import { describe, expect, it } from 'vitest';
import type { Sink, Source } from '../../adapters/source.js';
import type { ChannelSpec } from '../../src/engine/spec.js';
import { AlarmBook } from '../../src/stand/alarmBook.js';
import { Clock } from '../../src/stand/clock.js';
import { Runtime, type Kept } from '../../src/stand/runtime.js';

const SPEC: ChannelSpec = {
  channel: 'flow',
  unit: 'L/min',
  every: 100,
  silentAfter: 500,
  range: null,
  tolerance: null,
  resolution: null,
  band: { centre: 40, sigma: 0.5 },
  rules: ['one-beyond-3'],
  k: 3,
  sideRun: 8,
  frozen: false,
  frozenOdds: 1e-9,
  window: 50,
  clearAfter: 2,
};

/** A source that the test plays itself. */
class Played implements Source {
  readonly ended = new Promise<void>(() => undefined);
  sink: Sink | null = null;
  stopped = false;
  constructor(readonly name: string) {}
  start(sink: Sink): void {
    this.sink = sink;
  }
  stop(): Promise<void> {
    this.stopped = true;
    return Promise.resolve();
  }
}

function rig(ownTime: readonly string[] = []): { runtime: Runtime; source: Played; kept: Kept[]; book: AlarmBook; pass(ms: number): void } {
  let mono = 0;
  const source = new Played('bus');
  const kept: Kept[] = [];
  const book = new AlarmBook();
  const runtime = new Runtime({
    channels: [{ origin: { source: 'bus', field: null, topic: null, value: null, time: null, sequence: null }, spec: SPEC }],
    sources: [source],
    ownTime: new Set(ownTime),
    log: null,
    history: 10,
    clock: new Clock(undefined, () => 1_700_000_000_000 + mono, () => mono),
    onPhase: () => undefined,
    onKept: (event) => {
      kept.push(event);
      book.take(event);
    },
  });
  return { runtime, source, kept, book, pass: (ms) => (mono += ms) };
}

const brief = (events: readonly Kept[]): string[] => events.map((event) => `${event.event} ${event.event === 'band' ? '' : event.detector}`);

describe('runtime', () => {
  it('carries a reading beyond the limits to an alarm, and clears it after two readings back', async () => {
    const { runtime, source, kept, book } = rig();
    runtime.start();
    const { sink } = source;
    sink!.reading(0, 1000, 40);
    sink!.reading(0, 1100, 42);
    expect(book.standingCount).toBe(1);
    sink!.reading(0, 1200, 40);
    sink!.reading(0, 1300, 40);
    expect(brief(kept)).toEqual(['raised one-beyond-3', 'cleared one-beyond-3']);
    expect(book.standingCount).toBe(0);
    expect(book.list()).toHaveLength(1);
    await runtime.stop();
    expect(source.stopped).toBe(true);
  });

  it('counts silence from the arrival, not by an instrument whose clock is an hour behind', async () => {
    const { runtime, source, kept, pass } = rig();
    runtime.start();
    source.sink!.reading(0, runtime.clock.now() - 3_600_000, 40);
    pass(400);
    await new Promise((resolve) => setTimeout(resolve, 250)); // a look or two: 400 ms of silence are allowed
    expect(kept).toEqual([]);
    pass(200);
    await new Promise((resolve) => setTimeout(resolve, 250));
    expect(brief(kept)).toEqual(['raised silent']);
    source.sink!.reading(0, runtime.clock.now() - 3_600_000, 40);
    expect(brief(kept)).toEqual(['raised silent', 'cleared silent']);
    await runtime.stop();
  });

  it("finds a silence in a recording by the recording's own times, and none by the wall clock", async () => {
    const { runtime, source, kept, pass } = rig(['bus']);
    runtime.start();
    source.sink!.reading(0, 1000, 40);
    pass(10_000);
    await new Promise((resolve) => setTimeout(resolve, 250));
    expect(kept).toEqual([]);
    source.sink!.reading(0, 1400, 40);
    source.sink!.reading(0, 3000, 40);
    expect(brief(kept)).toEqual(['raised silent', 'cleared silent']);
    expect(kept[0]).toMatchObject({ time: 1901 });
    await runtime.stop();
  });

  it('shows a retained value only until a reading comes', async () => {
    const { runtime, source } = rig();
    runtime.start();
    source.sink!.stale(0, 500, 39);
    expect(runtime.posts[0]!.stale).toEqual({ time: 500, value: 39 });
    expect(runtime.readings).toBe(0);
    source.sink!.reading(0, 1000, 40);
    expect(runtime.posts[0]!.stale).toBeNull();
    await runtime.stop();
  });

  it('counts what was no reading and keeps a cleaned sample', async () => {
    const { runtime, source } = rig();
    runtime.start();
    source.sink!.fault('not-a-number', 'x\u001b[2J');
    source.sink!.fault('stale', 'retained');
    const [state] = runtime.sources;
    expect(state!.faultCount).toBe(1);
    expect(state!.samples.get('not-a-number')).toBe('x·[2J');
    await runtime.stop();
  });
});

━━━

- Work required -
Note how many lines of the records contain the string "ChannelSpec", and give that number with nothing added.

- Written response -
2